**Problem to work on**
Pull out every line in the data that has the string "tenants" in it.

[Start of section]

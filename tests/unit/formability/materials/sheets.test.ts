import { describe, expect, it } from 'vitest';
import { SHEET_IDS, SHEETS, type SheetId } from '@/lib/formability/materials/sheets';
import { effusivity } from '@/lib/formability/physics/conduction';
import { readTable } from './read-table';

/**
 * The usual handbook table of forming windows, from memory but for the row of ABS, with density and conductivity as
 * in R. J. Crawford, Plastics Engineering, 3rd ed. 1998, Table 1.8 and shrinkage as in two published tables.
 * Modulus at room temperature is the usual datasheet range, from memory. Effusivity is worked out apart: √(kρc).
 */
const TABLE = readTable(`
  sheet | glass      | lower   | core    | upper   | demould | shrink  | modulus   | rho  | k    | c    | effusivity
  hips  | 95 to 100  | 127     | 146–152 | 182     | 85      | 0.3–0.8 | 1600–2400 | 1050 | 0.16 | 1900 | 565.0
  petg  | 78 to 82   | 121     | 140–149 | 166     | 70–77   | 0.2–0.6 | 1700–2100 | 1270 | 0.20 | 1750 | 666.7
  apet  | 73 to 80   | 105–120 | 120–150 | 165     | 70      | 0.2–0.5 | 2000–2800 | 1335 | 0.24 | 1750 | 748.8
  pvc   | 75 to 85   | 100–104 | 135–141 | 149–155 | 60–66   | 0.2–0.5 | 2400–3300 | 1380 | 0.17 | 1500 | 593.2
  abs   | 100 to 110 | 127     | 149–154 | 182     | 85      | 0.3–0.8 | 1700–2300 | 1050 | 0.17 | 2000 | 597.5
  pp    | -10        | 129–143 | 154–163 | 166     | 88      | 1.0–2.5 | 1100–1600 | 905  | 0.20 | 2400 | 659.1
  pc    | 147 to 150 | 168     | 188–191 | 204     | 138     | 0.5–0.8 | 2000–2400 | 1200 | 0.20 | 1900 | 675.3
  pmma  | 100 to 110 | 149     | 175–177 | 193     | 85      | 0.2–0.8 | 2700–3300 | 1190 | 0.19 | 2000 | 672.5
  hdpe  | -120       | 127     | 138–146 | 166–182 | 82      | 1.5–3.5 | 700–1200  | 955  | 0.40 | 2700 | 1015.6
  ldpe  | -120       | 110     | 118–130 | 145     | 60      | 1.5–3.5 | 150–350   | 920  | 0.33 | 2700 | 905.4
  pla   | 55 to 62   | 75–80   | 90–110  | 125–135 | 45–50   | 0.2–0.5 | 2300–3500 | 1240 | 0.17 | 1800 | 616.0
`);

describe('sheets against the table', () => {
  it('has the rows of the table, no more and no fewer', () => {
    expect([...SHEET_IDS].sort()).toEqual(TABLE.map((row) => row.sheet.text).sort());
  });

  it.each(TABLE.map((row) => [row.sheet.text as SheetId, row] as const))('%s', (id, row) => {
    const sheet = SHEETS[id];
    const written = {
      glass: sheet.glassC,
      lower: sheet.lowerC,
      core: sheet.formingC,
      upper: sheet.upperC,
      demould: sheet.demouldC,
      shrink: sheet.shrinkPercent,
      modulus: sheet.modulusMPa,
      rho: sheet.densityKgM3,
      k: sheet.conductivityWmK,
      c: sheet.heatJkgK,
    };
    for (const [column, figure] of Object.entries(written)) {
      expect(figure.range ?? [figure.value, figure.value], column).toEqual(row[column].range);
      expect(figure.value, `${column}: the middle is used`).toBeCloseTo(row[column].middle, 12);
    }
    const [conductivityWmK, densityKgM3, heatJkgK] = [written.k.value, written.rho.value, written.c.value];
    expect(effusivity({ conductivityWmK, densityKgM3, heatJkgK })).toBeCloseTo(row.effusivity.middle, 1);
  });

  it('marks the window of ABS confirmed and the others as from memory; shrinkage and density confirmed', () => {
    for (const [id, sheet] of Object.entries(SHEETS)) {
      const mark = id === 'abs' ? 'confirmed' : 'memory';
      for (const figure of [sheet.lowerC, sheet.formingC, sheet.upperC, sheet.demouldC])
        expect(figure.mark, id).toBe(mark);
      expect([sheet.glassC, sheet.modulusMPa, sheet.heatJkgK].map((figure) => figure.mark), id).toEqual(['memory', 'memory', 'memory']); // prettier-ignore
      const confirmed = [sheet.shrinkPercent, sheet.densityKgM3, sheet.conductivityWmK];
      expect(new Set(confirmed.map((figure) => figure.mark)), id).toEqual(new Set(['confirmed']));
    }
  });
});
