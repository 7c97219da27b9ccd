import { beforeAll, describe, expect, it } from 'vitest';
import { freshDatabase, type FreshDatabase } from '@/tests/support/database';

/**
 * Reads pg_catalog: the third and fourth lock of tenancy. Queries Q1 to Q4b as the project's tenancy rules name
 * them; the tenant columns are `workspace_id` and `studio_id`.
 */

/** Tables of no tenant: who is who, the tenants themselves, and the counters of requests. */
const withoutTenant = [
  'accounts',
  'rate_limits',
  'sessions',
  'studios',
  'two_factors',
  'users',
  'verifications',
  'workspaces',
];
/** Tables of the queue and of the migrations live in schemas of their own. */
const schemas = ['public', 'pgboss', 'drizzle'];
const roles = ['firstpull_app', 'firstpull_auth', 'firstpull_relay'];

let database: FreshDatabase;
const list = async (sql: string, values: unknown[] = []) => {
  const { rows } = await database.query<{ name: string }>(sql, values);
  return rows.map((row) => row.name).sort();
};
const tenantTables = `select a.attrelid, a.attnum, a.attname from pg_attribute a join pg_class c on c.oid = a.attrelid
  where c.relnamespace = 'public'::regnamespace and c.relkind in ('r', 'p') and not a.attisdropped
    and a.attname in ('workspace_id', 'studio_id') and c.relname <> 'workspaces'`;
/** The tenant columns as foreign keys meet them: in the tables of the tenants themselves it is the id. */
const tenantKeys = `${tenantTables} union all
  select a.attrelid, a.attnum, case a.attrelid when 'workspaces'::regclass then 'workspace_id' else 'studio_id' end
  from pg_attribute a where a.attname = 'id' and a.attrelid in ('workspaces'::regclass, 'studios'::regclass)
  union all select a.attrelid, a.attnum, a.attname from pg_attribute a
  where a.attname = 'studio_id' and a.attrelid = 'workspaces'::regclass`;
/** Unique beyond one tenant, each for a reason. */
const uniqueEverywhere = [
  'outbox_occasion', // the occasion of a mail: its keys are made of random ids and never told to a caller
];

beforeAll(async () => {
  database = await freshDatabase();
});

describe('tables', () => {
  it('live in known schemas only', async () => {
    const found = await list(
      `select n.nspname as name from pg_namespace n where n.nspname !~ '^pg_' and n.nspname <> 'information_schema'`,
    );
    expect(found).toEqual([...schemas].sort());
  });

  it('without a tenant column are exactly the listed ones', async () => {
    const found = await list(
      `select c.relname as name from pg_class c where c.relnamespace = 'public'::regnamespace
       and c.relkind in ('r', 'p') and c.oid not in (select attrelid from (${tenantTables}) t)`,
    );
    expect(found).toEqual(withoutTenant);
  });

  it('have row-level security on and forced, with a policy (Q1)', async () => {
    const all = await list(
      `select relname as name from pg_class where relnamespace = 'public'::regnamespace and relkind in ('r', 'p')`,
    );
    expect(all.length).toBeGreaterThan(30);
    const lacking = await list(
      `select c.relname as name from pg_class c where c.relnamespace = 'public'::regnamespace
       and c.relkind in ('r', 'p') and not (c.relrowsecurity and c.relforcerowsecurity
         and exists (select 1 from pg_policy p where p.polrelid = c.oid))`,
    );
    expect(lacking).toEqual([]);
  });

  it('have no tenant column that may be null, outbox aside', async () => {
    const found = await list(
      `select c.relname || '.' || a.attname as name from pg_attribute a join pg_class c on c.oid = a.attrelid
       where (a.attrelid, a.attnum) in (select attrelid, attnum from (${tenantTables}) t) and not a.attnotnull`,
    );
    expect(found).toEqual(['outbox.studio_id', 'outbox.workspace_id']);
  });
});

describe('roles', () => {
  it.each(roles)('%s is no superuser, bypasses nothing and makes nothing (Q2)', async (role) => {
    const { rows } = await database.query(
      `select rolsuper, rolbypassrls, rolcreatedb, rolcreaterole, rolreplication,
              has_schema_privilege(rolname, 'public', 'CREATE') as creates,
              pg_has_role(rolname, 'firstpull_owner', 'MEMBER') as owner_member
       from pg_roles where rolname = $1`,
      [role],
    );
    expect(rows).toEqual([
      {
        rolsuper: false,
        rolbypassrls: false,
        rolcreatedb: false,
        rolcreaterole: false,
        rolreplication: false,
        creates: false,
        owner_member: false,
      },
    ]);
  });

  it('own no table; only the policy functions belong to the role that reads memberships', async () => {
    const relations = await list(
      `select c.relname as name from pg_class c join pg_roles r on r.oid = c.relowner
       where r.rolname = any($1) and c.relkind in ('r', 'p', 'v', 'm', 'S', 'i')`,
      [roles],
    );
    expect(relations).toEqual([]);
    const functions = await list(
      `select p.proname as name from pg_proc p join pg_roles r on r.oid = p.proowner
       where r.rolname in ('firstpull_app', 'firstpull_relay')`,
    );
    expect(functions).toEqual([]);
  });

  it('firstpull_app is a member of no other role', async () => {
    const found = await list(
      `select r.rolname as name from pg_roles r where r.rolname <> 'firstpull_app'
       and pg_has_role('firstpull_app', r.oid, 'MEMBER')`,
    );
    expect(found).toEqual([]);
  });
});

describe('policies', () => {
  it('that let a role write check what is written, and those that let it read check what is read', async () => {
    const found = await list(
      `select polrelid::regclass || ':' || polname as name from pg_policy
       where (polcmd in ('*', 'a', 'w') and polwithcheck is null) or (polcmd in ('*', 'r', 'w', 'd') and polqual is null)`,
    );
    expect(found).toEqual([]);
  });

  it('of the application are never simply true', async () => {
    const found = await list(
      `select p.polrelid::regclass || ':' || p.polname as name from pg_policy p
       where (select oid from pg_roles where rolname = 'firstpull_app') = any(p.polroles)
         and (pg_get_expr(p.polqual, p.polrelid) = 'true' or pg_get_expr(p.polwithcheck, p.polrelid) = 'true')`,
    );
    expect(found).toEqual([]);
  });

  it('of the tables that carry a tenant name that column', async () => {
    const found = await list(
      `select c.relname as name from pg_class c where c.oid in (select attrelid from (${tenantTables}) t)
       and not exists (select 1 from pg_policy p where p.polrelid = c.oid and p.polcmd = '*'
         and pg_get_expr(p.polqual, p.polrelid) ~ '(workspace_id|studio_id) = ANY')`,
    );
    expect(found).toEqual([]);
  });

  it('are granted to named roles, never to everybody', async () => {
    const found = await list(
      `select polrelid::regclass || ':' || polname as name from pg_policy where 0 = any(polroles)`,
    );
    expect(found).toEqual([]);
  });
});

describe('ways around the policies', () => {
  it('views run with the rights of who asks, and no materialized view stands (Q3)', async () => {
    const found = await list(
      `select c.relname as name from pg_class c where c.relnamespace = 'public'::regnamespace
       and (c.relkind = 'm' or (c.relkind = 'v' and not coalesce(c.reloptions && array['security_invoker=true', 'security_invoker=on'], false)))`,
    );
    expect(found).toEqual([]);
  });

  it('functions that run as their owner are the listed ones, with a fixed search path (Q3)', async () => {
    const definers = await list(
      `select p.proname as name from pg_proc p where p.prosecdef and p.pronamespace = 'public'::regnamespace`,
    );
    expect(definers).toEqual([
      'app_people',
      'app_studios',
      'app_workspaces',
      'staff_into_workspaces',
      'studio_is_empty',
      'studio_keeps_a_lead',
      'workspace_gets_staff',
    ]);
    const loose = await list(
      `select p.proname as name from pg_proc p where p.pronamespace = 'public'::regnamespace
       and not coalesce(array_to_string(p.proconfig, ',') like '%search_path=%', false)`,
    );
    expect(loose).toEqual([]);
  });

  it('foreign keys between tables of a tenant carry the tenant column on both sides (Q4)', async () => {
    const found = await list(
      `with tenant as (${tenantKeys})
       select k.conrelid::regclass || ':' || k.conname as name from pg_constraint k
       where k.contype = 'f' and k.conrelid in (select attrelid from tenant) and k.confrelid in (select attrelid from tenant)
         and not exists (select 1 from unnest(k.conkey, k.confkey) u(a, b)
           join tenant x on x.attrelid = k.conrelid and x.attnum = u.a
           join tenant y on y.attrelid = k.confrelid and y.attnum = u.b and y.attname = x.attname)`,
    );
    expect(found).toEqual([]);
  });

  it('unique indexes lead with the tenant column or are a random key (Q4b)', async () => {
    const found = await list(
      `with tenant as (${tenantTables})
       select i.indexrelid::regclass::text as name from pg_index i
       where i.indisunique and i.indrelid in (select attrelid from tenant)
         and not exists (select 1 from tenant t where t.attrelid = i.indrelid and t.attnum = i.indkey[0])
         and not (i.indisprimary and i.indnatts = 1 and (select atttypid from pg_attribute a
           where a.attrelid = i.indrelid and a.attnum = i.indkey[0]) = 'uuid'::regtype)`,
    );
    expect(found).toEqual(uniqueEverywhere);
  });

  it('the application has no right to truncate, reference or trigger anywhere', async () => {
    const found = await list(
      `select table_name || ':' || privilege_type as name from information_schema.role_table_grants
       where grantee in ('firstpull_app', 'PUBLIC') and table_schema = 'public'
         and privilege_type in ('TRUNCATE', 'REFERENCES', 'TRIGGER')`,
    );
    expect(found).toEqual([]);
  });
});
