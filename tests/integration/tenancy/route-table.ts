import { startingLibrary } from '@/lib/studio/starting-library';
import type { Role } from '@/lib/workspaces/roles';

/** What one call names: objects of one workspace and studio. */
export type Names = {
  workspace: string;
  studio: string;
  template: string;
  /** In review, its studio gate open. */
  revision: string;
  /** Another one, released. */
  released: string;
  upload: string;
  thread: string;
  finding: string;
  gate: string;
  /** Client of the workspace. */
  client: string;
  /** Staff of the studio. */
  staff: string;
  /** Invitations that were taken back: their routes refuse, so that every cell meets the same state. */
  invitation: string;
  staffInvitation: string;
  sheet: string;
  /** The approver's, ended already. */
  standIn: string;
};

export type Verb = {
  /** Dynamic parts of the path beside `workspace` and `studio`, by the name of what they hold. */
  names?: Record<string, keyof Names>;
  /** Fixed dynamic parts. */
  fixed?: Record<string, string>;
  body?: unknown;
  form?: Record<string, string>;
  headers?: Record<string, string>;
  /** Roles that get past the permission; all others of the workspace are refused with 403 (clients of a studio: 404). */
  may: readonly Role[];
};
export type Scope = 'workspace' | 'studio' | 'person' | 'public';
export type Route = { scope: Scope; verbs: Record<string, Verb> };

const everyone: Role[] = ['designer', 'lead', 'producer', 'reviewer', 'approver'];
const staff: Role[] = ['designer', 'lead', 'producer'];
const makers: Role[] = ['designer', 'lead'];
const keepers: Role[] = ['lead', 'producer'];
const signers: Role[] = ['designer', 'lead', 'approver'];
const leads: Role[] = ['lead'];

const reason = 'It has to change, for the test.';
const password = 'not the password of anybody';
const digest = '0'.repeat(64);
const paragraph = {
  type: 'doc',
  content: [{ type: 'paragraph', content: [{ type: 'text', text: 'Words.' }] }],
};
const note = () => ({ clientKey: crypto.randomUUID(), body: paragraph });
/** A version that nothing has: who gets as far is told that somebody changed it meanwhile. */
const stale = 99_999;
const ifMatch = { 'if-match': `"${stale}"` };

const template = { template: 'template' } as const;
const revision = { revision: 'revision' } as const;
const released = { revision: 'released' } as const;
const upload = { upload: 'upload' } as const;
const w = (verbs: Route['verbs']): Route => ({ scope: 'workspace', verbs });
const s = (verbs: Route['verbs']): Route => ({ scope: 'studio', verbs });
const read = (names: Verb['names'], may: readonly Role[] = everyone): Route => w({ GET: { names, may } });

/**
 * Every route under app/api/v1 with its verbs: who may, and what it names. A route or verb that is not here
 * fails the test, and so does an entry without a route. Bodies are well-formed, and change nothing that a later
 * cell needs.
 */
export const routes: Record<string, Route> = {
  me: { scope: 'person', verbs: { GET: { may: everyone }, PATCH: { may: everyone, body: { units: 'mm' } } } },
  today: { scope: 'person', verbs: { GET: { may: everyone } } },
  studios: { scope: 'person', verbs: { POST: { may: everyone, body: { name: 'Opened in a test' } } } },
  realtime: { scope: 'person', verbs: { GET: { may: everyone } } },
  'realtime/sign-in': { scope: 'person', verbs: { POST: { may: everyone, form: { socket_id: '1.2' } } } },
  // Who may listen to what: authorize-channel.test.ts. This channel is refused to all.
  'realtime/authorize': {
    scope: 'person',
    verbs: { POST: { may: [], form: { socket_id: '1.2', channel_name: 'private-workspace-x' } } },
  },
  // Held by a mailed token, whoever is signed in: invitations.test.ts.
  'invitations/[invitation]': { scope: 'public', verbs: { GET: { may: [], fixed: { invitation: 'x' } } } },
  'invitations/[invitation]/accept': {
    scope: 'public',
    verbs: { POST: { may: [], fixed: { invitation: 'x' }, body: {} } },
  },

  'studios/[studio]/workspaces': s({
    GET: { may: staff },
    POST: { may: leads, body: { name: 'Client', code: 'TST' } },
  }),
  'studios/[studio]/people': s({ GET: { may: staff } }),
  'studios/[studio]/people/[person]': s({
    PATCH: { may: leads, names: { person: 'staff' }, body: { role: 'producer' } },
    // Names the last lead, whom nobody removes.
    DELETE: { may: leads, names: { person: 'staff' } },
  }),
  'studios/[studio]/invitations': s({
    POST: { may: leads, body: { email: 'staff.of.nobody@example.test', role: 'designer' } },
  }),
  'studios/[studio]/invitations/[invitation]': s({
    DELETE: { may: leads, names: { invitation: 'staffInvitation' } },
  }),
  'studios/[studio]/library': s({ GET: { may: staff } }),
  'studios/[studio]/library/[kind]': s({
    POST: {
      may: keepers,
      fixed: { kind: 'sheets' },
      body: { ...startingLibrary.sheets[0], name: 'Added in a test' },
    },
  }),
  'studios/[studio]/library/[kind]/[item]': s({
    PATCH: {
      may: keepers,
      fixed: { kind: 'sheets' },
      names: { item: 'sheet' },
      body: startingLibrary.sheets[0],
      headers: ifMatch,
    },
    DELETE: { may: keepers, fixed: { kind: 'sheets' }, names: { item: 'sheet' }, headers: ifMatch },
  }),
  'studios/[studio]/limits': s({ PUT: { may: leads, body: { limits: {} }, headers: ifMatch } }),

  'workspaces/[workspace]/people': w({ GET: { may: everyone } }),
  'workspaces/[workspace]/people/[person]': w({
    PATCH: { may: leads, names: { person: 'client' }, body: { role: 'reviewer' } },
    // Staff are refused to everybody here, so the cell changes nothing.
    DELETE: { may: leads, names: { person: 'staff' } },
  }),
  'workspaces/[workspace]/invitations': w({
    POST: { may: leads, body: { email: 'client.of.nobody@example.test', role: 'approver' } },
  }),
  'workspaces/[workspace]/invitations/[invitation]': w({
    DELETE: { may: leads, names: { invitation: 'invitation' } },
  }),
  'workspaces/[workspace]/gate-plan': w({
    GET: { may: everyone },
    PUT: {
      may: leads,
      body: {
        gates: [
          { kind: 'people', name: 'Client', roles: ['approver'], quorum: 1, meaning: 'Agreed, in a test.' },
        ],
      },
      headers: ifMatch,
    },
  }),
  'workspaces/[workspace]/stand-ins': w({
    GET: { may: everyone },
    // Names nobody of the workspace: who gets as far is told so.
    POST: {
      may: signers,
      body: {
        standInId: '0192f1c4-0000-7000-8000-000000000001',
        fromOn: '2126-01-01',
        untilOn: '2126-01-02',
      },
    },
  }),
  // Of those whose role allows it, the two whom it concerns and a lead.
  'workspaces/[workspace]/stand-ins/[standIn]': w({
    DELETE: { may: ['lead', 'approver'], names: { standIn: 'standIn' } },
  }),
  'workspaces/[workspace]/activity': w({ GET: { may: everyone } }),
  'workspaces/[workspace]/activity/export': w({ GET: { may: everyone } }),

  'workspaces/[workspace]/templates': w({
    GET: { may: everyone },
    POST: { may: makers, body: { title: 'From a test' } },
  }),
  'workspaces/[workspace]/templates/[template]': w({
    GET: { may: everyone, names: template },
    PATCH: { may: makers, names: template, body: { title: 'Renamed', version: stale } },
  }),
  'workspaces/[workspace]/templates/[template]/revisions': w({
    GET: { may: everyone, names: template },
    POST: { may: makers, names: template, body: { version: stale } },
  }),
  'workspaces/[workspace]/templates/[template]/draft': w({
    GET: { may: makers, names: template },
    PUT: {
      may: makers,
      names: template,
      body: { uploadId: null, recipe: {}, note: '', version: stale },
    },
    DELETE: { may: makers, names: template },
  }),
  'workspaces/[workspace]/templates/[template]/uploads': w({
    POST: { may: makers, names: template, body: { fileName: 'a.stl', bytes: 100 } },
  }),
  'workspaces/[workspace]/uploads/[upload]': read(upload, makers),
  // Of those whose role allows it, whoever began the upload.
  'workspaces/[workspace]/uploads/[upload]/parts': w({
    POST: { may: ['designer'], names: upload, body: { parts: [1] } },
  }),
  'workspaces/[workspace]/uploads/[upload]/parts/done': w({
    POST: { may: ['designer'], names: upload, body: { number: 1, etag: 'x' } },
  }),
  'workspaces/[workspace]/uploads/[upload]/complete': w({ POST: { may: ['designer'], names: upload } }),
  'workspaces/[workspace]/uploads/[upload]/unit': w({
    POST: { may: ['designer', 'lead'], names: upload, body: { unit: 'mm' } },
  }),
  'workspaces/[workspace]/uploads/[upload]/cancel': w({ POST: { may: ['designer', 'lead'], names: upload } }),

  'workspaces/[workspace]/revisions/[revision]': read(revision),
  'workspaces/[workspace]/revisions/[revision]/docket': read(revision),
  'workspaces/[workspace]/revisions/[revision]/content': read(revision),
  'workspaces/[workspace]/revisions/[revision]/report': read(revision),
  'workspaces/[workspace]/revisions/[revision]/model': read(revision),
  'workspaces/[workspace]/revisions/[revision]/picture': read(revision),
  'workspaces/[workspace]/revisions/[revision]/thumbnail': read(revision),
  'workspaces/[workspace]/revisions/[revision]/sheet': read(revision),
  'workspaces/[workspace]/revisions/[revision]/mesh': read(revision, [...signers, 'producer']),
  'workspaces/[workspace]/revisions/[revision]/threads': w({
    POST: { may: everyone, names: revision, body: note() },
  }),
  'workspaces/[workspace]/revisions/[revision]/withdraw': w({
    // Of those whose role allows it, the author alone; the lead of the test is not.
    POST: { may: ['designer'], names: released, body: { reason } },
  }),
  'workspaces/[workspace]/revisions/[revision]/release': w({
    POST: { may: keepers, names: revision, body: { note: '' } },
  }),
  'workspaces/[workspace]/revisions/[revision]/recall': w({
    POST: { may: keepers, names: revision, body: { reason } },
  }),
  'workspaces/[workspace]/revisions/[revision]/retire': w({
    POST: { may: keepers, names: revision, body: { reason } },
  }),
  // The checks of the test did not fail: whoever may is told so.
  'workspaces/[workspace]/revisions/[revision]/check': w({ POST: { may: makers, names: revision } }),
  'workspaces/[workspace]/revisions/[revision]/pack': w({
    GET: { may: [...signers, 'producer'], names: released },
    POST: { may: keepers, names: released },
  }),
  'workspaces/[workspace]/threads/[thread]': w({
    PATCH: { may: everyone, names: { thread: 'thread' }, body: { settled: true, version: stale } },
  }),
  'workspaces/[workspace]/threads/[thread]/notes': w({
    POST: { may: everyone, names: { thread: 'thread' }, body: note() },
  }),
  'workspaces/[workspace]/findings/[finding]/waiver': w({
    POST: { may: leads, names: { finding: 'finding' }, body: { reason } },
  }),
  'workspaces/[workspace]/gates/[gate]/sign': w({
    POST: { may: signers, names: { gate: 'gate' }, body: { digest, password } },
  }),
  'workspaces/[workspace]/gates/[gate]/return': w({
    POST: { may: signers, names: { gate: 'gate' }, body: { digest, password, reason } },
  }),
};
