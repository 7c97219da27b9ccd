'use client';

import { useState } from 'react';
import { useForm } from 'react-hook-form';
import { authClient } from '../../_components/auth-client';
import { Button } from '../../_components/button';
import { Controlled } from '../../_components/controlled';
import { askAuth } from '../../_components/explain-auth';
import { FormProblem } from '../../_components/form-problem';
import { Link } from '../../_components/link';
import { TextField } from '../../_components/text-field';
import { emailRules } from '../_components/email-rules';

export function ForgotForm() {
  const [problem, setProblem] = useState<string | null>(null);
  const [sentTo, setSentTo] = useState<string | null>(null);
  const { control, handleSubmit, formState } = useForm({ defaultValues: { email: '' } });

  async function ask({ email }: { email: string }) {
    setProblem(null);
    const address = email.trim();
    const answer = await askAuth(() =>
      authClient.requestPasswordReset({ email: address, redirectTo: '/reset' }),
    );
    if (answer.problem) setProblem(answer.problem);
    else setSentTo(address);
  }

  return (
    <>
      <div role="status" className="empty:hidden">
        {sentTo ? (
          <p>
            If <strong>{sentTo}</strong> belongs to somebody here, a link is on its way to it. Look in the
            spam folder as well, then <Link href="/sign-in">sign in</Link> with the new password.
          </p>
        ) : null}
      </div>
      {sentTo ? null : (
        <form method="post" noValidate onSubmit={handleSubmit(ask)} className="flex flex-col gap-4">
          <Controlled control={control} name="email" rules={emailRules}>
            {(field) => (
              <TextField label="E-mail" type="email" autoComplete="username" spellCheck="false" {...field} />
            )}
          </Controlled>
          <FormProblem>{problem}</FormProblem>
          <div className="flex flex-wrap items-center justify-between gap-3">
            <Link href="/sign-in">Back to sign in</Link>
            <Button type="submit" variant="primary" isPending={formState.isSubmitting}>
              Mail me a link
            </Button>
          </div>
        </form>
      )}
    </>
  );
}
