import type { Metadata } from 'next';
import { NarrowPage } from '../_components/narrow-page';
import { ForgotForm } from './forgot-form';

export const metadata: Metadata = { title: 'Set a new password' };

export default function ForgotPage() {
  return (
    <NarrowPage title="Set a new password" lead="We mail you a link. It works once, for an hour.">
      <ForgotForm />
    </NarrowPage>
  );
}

[End of section]

**Task answer**
/** Tables of no tenant: who is who, the tenants themselves, and the counters of requests. */
/** The tenant columns as foreign keys meet them: in the tables of the tenants themselves it is the id. */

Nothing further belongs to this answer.